With that setup out of the way, let me introduce the two new functions: sg_add_marker and sg_annotate. sg_add_marker adds a vertical, dotted line that spans the height of the graph and is placed at the designated spot on the x axis. You can add an optional label for the marker by specifying the y position, label text, color, size, space away from the line and how it’s aligned – start (left), center (middle), right (end). This is primarily useful for placing the label on either side of the line.

sg_annotate is for adding text anywhere on the streamgraph. The original use for it was to label streams, but you can use it any way you think would add meaning to your streamgraph. You can see them both in action below, where I plot the streamgraph for unemployment (%) for the selected states, then label the start of each recession since 1980 (with the peak national unemployment rate) with a marker and also label each stream:

streamgraph(some, "state", "unemployed_pct", "month") %>% sg_axis_x(tick_interval=10, tick_units = "year", tick_format="%Y") %>% sg_axis_y(0) %>% sg_add_marker(x=as.Date("1981-07-01"), "1981 (10.8%)", anchor="end") %>% sg_add_marker(x=as.Date("1990-07-01"), "1990 (7.8%)", anchor="start") %>% sg_add_marker(x=as.Date("2001-03-01"), "2001 (6.3%)", anchor="end") %>% sg_add_marker(x=as.Date("2007-12-01"), "2007 (10.1%)", anchor="end") %>% sg_annotate(label="Vermont", x=as.Date("1978-04-01"), y=0.6, color="#ffffff") %>% sg_annotate(label="Maine", x=as.Date("1978-03-01"), y=0.30, color="#ffffff") %>% sg_annotate(label="Nebraska", x=as.Date("1977-06-01"), y=0.41, color="#ffffff") %>% sg_annotate(label="Massachusetts", x=as.Date("1977-06-01"), y=0.36, color="#ffffff") %>% sg_annotate(label="New Hampshire", x=as.Date("1978-03-01"), y=0.435, color="#ffffff") %>% sg_annotate(label="California", x=as.Date("1978-02-01"), y=0.175, color="#ffffff") %>% sg_annotate(label="Rhode Island", x=as.Date("1977-11-01"), y=0.55, color="#ffffff") %>% sg_annotate(label="Ohio", x=as.Date("1978-06-01"), y=0.485, color="#ffffff") %>% sg_annotate(label="Connecticut", x=as.Date("1978-01-01"), y=0.235, color="#ffffff") %>% sg_fill_tableau() %>% sg_legend(show=TRUE)

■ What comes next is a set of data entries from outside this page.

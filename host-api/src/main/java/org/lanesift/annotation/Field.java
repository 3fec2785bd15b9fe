package org.lanesift.annotation;

import java.util.Arrays;
import java.util.Objects;

/**
 * A typed value attached to an annotation: a number with its unit, a text, a named enumeration
 * value, or bytes.
 *
 * @param type  what the value is
 * @param value a {@link Double} or {@link Long} for {@link Type#NUMBER}, a {@link String} for
 *              {@link Type#TEXT} and {@link Type#ENUM}, a {@code byte[]} for {@link Type#BYTES}
 * @param unit  SI unit symbol of a number ("V", "s", "Hz", "%", "px"), or "" when it has none
 */
public record Field(Type type, Object value, String unit) {

    /** Field types. */
    public enum Type {
        /** A number with a unit. */
        NUMBER,
        /** Free text. */
        TEXT,
        /** One name out of a fixed set, such as a data type name. */
        ENUM,
        /** Raw bytes, such as a command's parameters. */
        BYTES
    }

    /**
     * Checks the value matches the type.
     *
     * @param type what the value is
     * @param value a {@link Double} or {@link Long} for {@link Type#NUMBER}, a {@link String} for {@link Type#TEXT} and {@link Type#ENUM}, a {@code byte[]} for {@link Type#BYTES}
     * @param unit SI unit symbol of a number ("V", "s", "Hz", "%", "px"), or "" when it has none
     */
    public Field {
        Objects.requireNonNull(type, "type");
        Objects.requireNonNull(value, "value");
        unit = unit == null ? "" : unit;
        boolean ok = switch (type) {
            case NUMBER -> value instanceof Double || value instanceof Long;
            case TEXT, ENUM -> value instanceof String;
            case BYTES -> value instanceof byte[];
        };
        if (!ok) {
            throw new IllegalArgumentException("field of type " + type + " cannot hold a " + value.getClass().getSimpleName());
        }
    }

    /**
     * A real number with a unit.
     *
     * @param v    the value
     * @param unit unit symbol
     * @return the field
     */
    public static Field number(double v, String unit) {
        return new Field(Type.NUMBER, v, unit);
    }

    /**
     * An integer with a unit.
     *
     * @param v    the value
     * @param unit unit symbol
     * @return the field
     */
    public static Field integer(long v, String unit) {
        return new Field(Type.NUMBER, v, unit);
    }

    /**
     * A text.
     *
     * @param s the text
     * @return the field
     */
    public static Field text(String s) {
        return new Field(Type.TEXT, s, "");
    }

    /**
     * An enumeration value.
     *
     * @param name the value's name
     * @return the field
     */
    public static Field enumValue(String name) {
        return new Field(Type.ENUM, name, "");
    }

    /**
     * Bytes (copied).
     *
     * @param b the bytes
     * @return the field
     */
    public static Field bytes(byte[] b) {
        return new Field(Type.BYTES, b.clone(), "");
    }

    /**
     * The value as a double, for numbers.
     *
     * @return the number
     * @throws IllegalStateException if the field is not a number
     */
    public double asDouble() {
        if (type != Type.NUMBER) {
            throw new IllegalStateException("field is " + type + ", not a number");
        }
        return ((Number) value).doubleValue();
    }

    @Override
    public boolean equals(Object o) {
        if (!(o instanceof Field f)) {
            return false;
        }
        return type == f.type && unit.equals(f.unit)
                && (type == Type.BYTES ? Arrays.equals((byte[]) value, (byte[]) f.value) : value.equals(f.value));
    }

    @Override
    public int hashCode() {
        return Objects.hash(type, unit, type == Type.BYTES ? Arrays.hashCode((byte[]) value) : value);
    }

    @Override
    public String toString() {
        String v = type == Type.BYTES ? hex((byte[]) value) : String.valueOf(value);
        return unit.isEmpty() ? v : v + " " + unit;
    }

    private static String hex(byte[] b) {
        StringBuilder sb = new StringBuilder();
        for (byte x : b) {
            if (sb.length() > 0) {
                sb.append(' ');
            }
            sb.append(Character.forDigit((x >> 4) & 15, 16)).append(Character.forDigit(x & 15, 16));
        }
        return sb.toString().toUpperCase(java.util.Locale.ROOT);
    }
}
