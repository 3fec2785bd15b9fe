package org.lanesift.dist.sift;

import java.io.IOException;
import java.nio.file.Path;
import java.util.ArrayList;
import java.util.List;
import java.util.Random;

/**
 * A 7:1 pixel link capture made in the test tree for the {@code sift} tests: 3 data pairs
 * (18-bit), a 25 MHz pixel clock, frames of 16 x 10 active pixels (28 x 15 total) with active-high
 * syncs, random colours, its own per-leg and per-pair skews, edge jitter, noise and ringing. The
 * capture starts inside frame 0, so frames 1 and 2 are complete and 0 and 3 partial.
 * Slot layout: docs/reference-facts.md#pixel-link-clock-and-slot-mappings (18-bit table, clock 1100011).
 */
final class PixelLinkCapture {
    static final double PIXEL_CLOCK_HZ = 25e6;
    static final double RATE_HZ = 2e9;
    static final int H_ACTIVE = 16;
    static final int H_FRONT = 3;
    static final int H_SYNC = 5;
    static final int H_BACK = 4;
    static final int H_TOTAL = H_ACTIVE + H_FRONT + H_SYNC + H_BACK;
    static final int V_ACTIVE = 10;
    static final int V_FRONT = 1;
    static final int V_SYNC = 2;
    static final int V_BACK = 2;
    static final int V_TOTAL = V_ACTIVE + V_FRONT + V_SYNC + V_BACK;
    static final int FIRST_CLOCK = 150;
    static final int CLOCKS = 3 * H_TOTAL * V_TOTAL + 90 - FIRST_CLOCK;
    /** Injected skew of each N leg against its P leg, ps: clock, then lanes 0 to 2. */
    static final double[] LEG_SKEW_PS = {33, -52, 18, -27};
    /** Injected delay of each data pair's P leg against the clock's P leg, ps. */
    static final double[] LANE_SKEW_PS = {170, -95, 60};

    /** The delays this capture injects (LANE_SKEW_PS unless a test changes them), ps. */
    final double[] laneSkewPs = LANE_SKEW_PS.clone();

    /** The frames' 18-bit colours (R6 << 12 | G6 << 6 | B6), one array of H_ACTIVE x V_ACTIVE per frame. */
    final List<int[]> frames = new ArrayList<>();

    void write(Path file, String[] legNames, long seed) throws IOException {
        int[][] bits = slotBits(seed, false);
        int slots = bits[0].length;
        double slotS = 1 / PIXEL_CLOCK_HZ / 7;
        int samples = (int) (slots * slotS * RATE_HZ) - 8;
        writeLegs(file, legNames, seed, bits, slots, slotS, samples);
    }

    /**
     * The link's bits, one per slot: clock, then lanes 0 to 2; fills {@link #frames} with four
     * frames of random colours, or with one random picture four times when {@code repeatPicture}.
     */
    int[][] slotBits(long seed, boolean repeatPicture) {
        Random colours = new Random(seed);
        for (int f = 0; f < 4; f++) {
            int[] px = new int[H_ACTIVE * V_ACTIVE];
            for (int i = 0; i < px.length; i++) {
                px[i] = colours.nextInt(1 << 18);
            }
            frames.add(repeatPicture && f > 0 ? frames.get(0) : px);
        }
        int slots = CLOCKS * 7;
        int[][] bits = new int[4][slots];
        int[] clockPattern = {1, 1, 0, 0, 0, 1, 1};
        for (int c = 0; c < CLOCKS; c++) {
            int k = c + FIRST_CLOCK;
            int frame = k / (H_TOTAL * V_TOTAL);
            int line = k / H_TOTAL % V_TOTAL;
            int x = k % H_TOTAL;
            boolean de = line < V_ACTIVE && x < H_ACTIVE;
            boolean hs = x >= H_ACTIVE + H_FRONT && x < H_ACTIVE + H_FRONT + H_SYNC;
            boolean vs = line >= V_ACTIVE + V_FRONT && line < V_ACTIVE + V_FRONT + V_SYNC;
            int rgb = de ? frames.get(frame)[line * H_ACTIVE + x] : 0;
            int r = rgb >> 12 & 63;
            int g = rgb >> 6 & 63;
            int b = rgb & 63;
            int[] l0 = {g & 1, r >> 5 & 1, r >> 4 & 1, r >> 3 & 1, r >> 2 & 1, r >> 1 & 1, r & 1};
            int[] l1 = {b >> 1 & 1, b & 1, g >> 5 & 1, g >> 4 & 1, g >> 3 & 1, g >> 2 & 1, g >> 1 & 1};
            int[] l2 = {de ? 1 : 0, vs ? 1 : 0, hs ? 1 : 0, b >> 5 & 1, b >> 4 & 1, b >> 3 & 1, b >> 2 & 1};
            for (int s = 0; s < 7; s++) {
                bits[0][c * 7 + s] = clockPattern[s];
                bits[1][c * 7 + s] = l0[s];
                bits[2][c * 7 + s] = l1[s];
                bits[3][c * 7 + s] = l2[s];
            }
        }
        return bits;
    }

    private void writeLegs(Path file, String[] legNames, long seed, int[][] bits, int slots, double slotS, int samples) throws IOException {
        LegWaves waves = new LegWaves(RATE_HZ, samples, 90e-12, seed + 1);
        float[][] volts = new float[8][];
        for (int p = 0; p < 4; p++) {
            double[] hi = new double[slots];
            double[] lo = new double[slots];
            for (int s = 0; s < slots; s++) {
                // TIA/EIA-644-A offset 1.125-1.375 V and |VOD| 247-454 mV: 1.25 V +/- 160 mV per leg (docs/reference-facts.md#lvds-electrical-levels)
                hi[s] = bits[p][s] == 1 ? 1.41 : 1.09;
                lo[s] = bits[p][s] == 1 ? 1.09 : 1.41;
            }
            double pairDelayS = (p == 0 ? 0 : laneSkewPs[p - 1]) * 1e-12 + 1e-9;
            volts[2 * p] = waves.leg(hi, slotS, pairDelayS, 30e-12, 0.06, 700e6, 0.006);
            volts[2 * p + 1] = waves.leg(lo, slotS, pairDelayS + LEG_SKEW_PS[p] * 1e-12, 30e-12, 0.06, 700e6, 0.006);
        }
        LegWaves.writeCsv(file, RATE_HZ, legNames, volts);
    }
}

Selected State Unemployment Figures Since 1976

I probably could have positioned the annotations a bit better, but this should be a good enough example to get the general idea. I may add an option to place the marker vertical lines behind streamgraph and will be adding some toggle options to the interactive version (to hide/show markers and/or annotations).

As usual, the package is up on github and a contiguous copy of the above snippets are in this gist.

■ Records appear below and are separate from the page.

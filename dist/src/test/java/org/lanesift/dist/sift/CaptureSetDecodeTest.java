package org.lanesift.dist.sift;

import static org.junit.jupiter.api.Assertions.assertEquals;
import static org.junit.jupiter.api.Assertions.assertTrue;

import java.io.IOException;
import java.nio.file.Files;
import java.nio.file.Path;
import java.util.ArrayList;
import java.util.HashMap;
import java.util.List;
import java.util.Map;
import java.util.Random;
import org.junit.jupiter.api.Test;
import org.junit.jupiter.api.io.TempDir;
import org.lanesift.json.JsonReader;
import org.lanesift.json.JsonValue;
import org.lanesift.kit.FramePictures;

/**
 * End to end from the command line: one 7:1 link with a repeating picture, captured as a two-channel
 * instrument would, in three acquisitions (the clock and the lane with the sync bits; that lane and
 * lane 0; that lane and lane 1), each triggered at another frame with its own trigger offset,
 * sample phase, probe skews and timing noise. The capture set (docs/capture-set.md) aligns them on
 * the shared lane to a fraction of a sample and decodes pixel-exact, from logic acquisitions and from a
 * scope's analog P legs alike. Content that does not repeat,
 * a shared channel that repeats every clock, acquisitions at another rate and an acquisition
 * without the shared channel are refused with exit 2 and one line naming the acquisition.
 */
class CaptureSetDecodeTest {
    /** 1 GS/s: 5.7 samples per 5.714 ns unit interval, room for the skews of channels from different acquisitions. */
    static final double RATE_HZ = 1e9;
    static final int SAMPLES = (int) (3.4 * LogicLink.FRAME_S * RATE_HZ);

    /** One two-channel acquisition: where it starts on the link and the delays of its two channels. */
    record Acq(String name, int[] lanes, String[] names, double startS, double[] delayS) {
    }

    static void write(Path dir, LogicLink link, Acq a, double rateHz, long seed) throws IOException {
        Random rnd = new Random(seed);
        boolean[][] ch = new boolean[2][];
        for (int k = 0; k < 2; k++) {
            ch[k] = link.sample(a.lanes()[k], a.startS(), rateHz, SAMPLES, a.delayS()[k], 40e-12, rnd);
        }
        Files.write(dir.resolve(a.name() + ".bin"), LogicLink.logic8(ch, new int[] {0, 1}, new Random(seed + 1)));
        Files.writeString(dir.resolve(a.name() + ".bin.json"), "{\"rateHz\": " + rateHz + ", \"format\": \"logic8\", \"channels\": ["
                + "{\"name\": \"" + a.names()[0] + "\", \"bit\": 0}, {\"name\": \"" + a.names()[1] + "\", \"bit\": 1}]}");
    }

    static Path setFile(Path dir, String shared, String... acqs) throws IOException {
        StringBuilder sb = new StringBuilder("{\"format\": \"lanesift-capture-set/1\", \"shared\": \"" + shared + "\", \"acquisitions\": [");
        for (int i = 0; i < acqs.length; i++) {
            sb.append(i == 0 ? "" : ", ").append("{\"name\": \"").append(acqs[i]).append("\", \"file\": \"").append(acqs[i]).append(".bin\"}");
        }
        Path p = dir.resolve("bench.set.json");
        Files.writeString(p, sb.append("]}").toString());
        return p;
    }

    static Path chain(Path dir, Path set) throws IOException {
        Path c = dir.resolve("chain.json");
        // recipe 3 of docs/fewer-channels.md, taken from the page, with this test's set file
        Files.writeString(c, FewerChannelsTest.chainOf("## 3. Two channels").replace("bench.set.json", set.getFileName().toString()));
        return c;
    }

    /** The three acquisitions: another frame each, trigger offsets of tens of ns, their own skews. */
    static List<Acq> acquisitions() {
        double f = LogicLink.FRAME_S;
        return List.of(
                new Acq("a1", new int[] {0, 3}, new String[] {"PCLK", "RX2"}, 0.23e-9, new double[] {0, 80e-12}),
                new Acq("a2", new int[] {3, 1}, new String[] {"RX2", "RX0"}, 2 * f + 37.31e-9, new double[] {-50e-12, 120e-12}),
                new Acq("a3", new int[] {3, 2}, new String[] {"RX2", "RX1"}, 5 * f - 61.77e-9, new double[] {30e-12, -90e-12}));
    }

    @Test
    void threeTwoChannelAcquisitionsDecodePixelExact(@TempDir Path dir) throws IOException {
        LogicLink link = new LogicLink(2207);
        List<Acq> acqs = acquisitions();
        for (int i = 0; i < acqs.size(); i++) {
            write(dir, link, acqs.get(i), RATE_HZ, 100 + i);
        }
        Path set = setFile(dir, "RX2", "a1", "a2", "a3");
        Path out = dir.resolve("out");
        SiftTest.Run r = SiftTest.lanesift("run", chain(dir, set).toString(), "--out", out.toString(), "--quiet");
        assertEquals(0, r.code(), r.err());
        for (int fr = 1; fr <= 2; fr++) {
            SiftTest.assertFrameExact(out.resolve(FramePictures.fileName("panel", fr, false)), link.gen.frames.get(0));
        }
        // the alignment each acquisition got: file time of a transition is (link time - start + delay), so
        // acquisition k's shared transitions come (start1 - startk) + (delayk - delay1) later, modulo whole frames
        Map<String, Double> offsetFs = new HashMap<>();
        for (String line : Files.readAllLines(out.resolve("annotations.jsonl"))) {
            JsonValue a = JsonReader.parse("annotations.jsonl", line);
            if (a.get("kind").asString().equals("set-alignment")) {
                offsetFs.put(a.at("/fields/acquisition/value").asString(), a.at("/fields/offsetFs/value").asDouble());
                assertTrue(a.at("/fields/matched/value").asDouble() > 0.9, line);
            }
        }
        assertEquals(List.of("a2", "a3"), new ArrayList<>(new java.util.TreeSet<>(offsetFs.keySet())));
        for (int k = 1; k < 3; k++) {
            Acq a = acqs.get(k);
            double want = acqs.get(0).startS() - a.startS() + a.delayS()[0] - acqs.get(0).delayS()[1];
            want -= Math.rint(want / LogicLink.FRAME_S) * LogicLink.FRAME_S;
            // to a fifth of the 1 ns sample period
            assertEquals(want * 1e15, offsetFs.get(a.name()), 200e3, a.name());
        }

        // plan checks the set as one capture: four channels at 1 GS/s, the clock, two frames' length
        SiftTest.Run plan = SiftTest.lanesift("plan", "--clock", "25MHz", "--lanes", "3", "--frames", "2", "--frame-rate",
                String.valueOf(1 / LogicLink.FRAME_S), "--capture", set.toString(), "--json");
        assertEquals(0, plan.code(), plan.out() + plan.err());
        List<String> verdicts = new ArrayList<>();
        for (JsonValue c : JsonReader.parse("plan", plan.out()).get("checks").elements()) {
            verdicts.add(c.get("rule").asString() + ": " + c.get("verdict").asString());
        }
        assertEquals(List.of("sample rate to decode: meets", "sample rate to measure edges and eyes: not_judged", "record length: meets",
                "channels: meets", "clock: meets"), verdicts);
    }

    /** The same three acquisitions taken by a two-channel scope on the P legs: analog, 2.5 GS/s, float32. */
    @Test
    void threeTwoChannelScopeAcquisitionsOfPLegsDecodePixelExact(@TempDir Path dir) throws IOException {
        LogicLink link = new LogicLink(4409);
        double rate = 2.5e9;
        int n = (int) (3.4 * LogicLink.FRAME_S * rate);
        List<Acq> acqs = acquisitions();
        for (int i = 0; i < acqs.size(); i++) {
            Acq a = acqs.get(i);
            Random rnd = new Random(200 + i);
            java.nio.ByteBuffer bb = java.nio.ByteBuffer.allocate(8 * n).order(java.nio.ByteOrder.LITTLE_ENDIAN);
            float[] c0 = link.leg(a.lanes()[0], a.startS(), rate, n, a.delayS()[0], 0.5e-9, 0.005, rnd);
            float[] c1 = link.leg(a.lanes()[1], a.startS(), rate, n, a.delayS()[1], 0.5e-9, 0.005, rnd);
            for (int k = 0; k < n; k++) {
                bb.putFloat(c0[k]).putFloat(c1[k]);
            }
            Files.write(dir.resolve(a.name() + ".bin"), bb.array());
            Files.writeString(dir.resolve(a.name() + ".bin.json"), "{\"rateHz\": 2.5e9, \"format\": \"float32le\", \"channels\": ["
                    + "{\"name\": \"" + a.names()[0] + "\"}, {\"name\": \"" + a.names()[1] + "\"}]}");
        }
        Path set = setFile(dir, "RX2", "a1", "a2", "a3");
        // recipe 3 of docs/fewer-channels.md with analog acquisitions: one differential in mode single per channel
        String chain = FewerChannelsTest.chainOf("## 1. Four channels")
                .replace("{\"id\": \"cap\", \"plugin\": \"csv\", \"options\": {\"file\": \"p-legs.csv\"}}",
                        "{\"id\": \"cap\", \"plugin\": \"capture-set\", \"options\": {\"file\": \"" + set.getFileName() + "\"}}")
                .replace("_P\"", "\"");
        Files.writeString(dir.resolve("chain.json"), chain);
        Path out = dir.resolve("out");
        SiftTest.Run r = SiftTest.lanesift("run", dir.resolve("chain.json").toString(), "--out", out.toString(), "--quiet");
        assertEquals(0, r.code(), r.err() + chain);
        for (int fr = 1; fr <= 2; fr++) {
            SiftTest.assertFrameExact(out.resolve(FramePictures.fileName("panel", fr, false)), link.gen.frames.get(0));
        }
    }

    @Test
    void contentThatDoesNotRepeatOrRepeatsTooOftenIsRefusedNamingTheAcquisition(@TempDir Path dir) throws IOException {
        LogicLink link = new LogicLink(2207);
        List<Acq> acqs = acquisitions();
        write(dir, link, acqs.get(0), RATE_HZ, 1);
        write(dir, link, acqs.get(1), RATE_HZ, 2);
        // the probe meant for the sync lane sits on lane 0 in the third acquisition: other content
        Acq a3 = acqs.get(2);
        write(dir, link, new Acq("a3", new int[] {1, 2}, a3.names(), a3.startS(), a3.delayS()), RATE_HZ, 3);
        SiftTest.Run r = SiftTest.lanesift("run", chain(dir, setFile(dir, "RX2", "a1", "a2", "a3")).toString(), "--out",
                dir.resolve("o1").toString(), "--quiet");
        assertEquals(2, r.code(), r.err());
        assertEquals(1, r.err().lines().count(), r.err());
        assertTrue(r.err().contains("bench.set.json: acquisition 'a3': the shared channel 'RX2' does not repeat what 'a1' holds"), r.err());

        // the clock in every acquisition: it repeats every 40 ns, so any whole clock period fits
        double f = LogicLink.FRAME_S;
        write(dir, link, new Acq("c1", new int[] {0, 3}, new String[] {"PCLK", "RX2"}, 0, new double[] {0, 0}), RATE_HZ, 4);
        write(dir, link, new Acq("c2", new int[] {0, 1}, new String[] {"PCLK", "RX0"}, f + 13e-9, new double[] {0, 0}), RATE_HZ, 5);
        write(dir, link, new Acq("c3", new int[] {0, 2}, new String[] {"PCLK", "RX1"}, 2 * f, new double[] {0, 0}), RATE_HZ, 6);
        SiftTest.Run amb = SiftTest.lanesift("run", chain(dir, setFile(dir, "PCLK", "c1", "c2", "c3")).toString(), "--out",
                dir.resolve("o2").toString(), "--quiet");
        assertEquals(2, amb.code(), amb.err());
        assertEquals(1, amb.err().lines().count(), amb.err());
        assertTrue(amb.err().contains("acquisition 'c2': the shared channel 'PCLK' aligns ambiguously on 'c1'"), amb.err());
    }

    @Test
    void acquisitionsAtAnotherRateOrWithoutTheSharedChannelAreBadInput(@TempDir Path dir) throws IOException {
        LogicLink link = new LogicLink(2207);
        List<Acq> acqs = acquisitions();
        write(dir, link, acqs.get(0), RATE_HZ, 1);
        write(dir, link, acqs.get(1), 0.8e9, 2);
        write(dir, link, acqs.get(2), RATE_HZ, 3);
        SiftTest.Run r = SiftTest.lanesift("run", chain(dir, setFile(dir, "RX2", "a1", "a2", "a3")).toString(), "--out",
                dir.resolve("o1").toString(), "--quiet");
        assertEquals(2, r.code(), r.err());
        assertEquals(1, r.err().lines().count(), r.err());
        assertTrue(r.err().contains("bench.set.json: acquisition 'a2' is sampled at 800.0 MS/s, the reference 'a1' at 1.000 GS/s;"
                + " expected every acquisition at the same sample rate"), r.err());

        write(dir, link, acqs.get(1), RATE_HZ, 2);
        write(dir, link, new Acq("a3", new int[] {0, 2}, new String[] {"CLK2", "RX1"}, 0, new double[] {0, 0}), RATE_HZ, 3);
        SiftTest.Run none = SiftTest.lanesift("run", chain(dir, setFile(dir, "RX2", "a1", "a2", "a3")).toString(), "--out",
                dir.resolve("o2").toString(), "--quiet");
        assertEquals(2, none.code(), none.err());
        assertEquals(1, none.err().lines().count(), none.err());
        assertTrue(none.err().contains("bench.set.json: acquisition 'a3' (a3.bin) has no channel 'RX2' (its channels: CLK2, RX1);"
                + " expected every acquisition to hold the shared channel"), none.err());
    }
}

Three final notes. First, I suggest enabling the y axis when you’re trying to figure out where the y position for a label should be (since the y axis range is calculated by the summed span of the data). Second, the x axis works with both dates and continuous values, but you need to match what you setup the streamgraph with. Finally, just a tip: I’ve found SVG Crowbar 2 to be super-helpful when I need to extract these streamgraphs out for non-interactive reproduction. Just yank the SVG out with it and hand it (or a converted form of it) to whomever is handling final production and they should be able to work with it.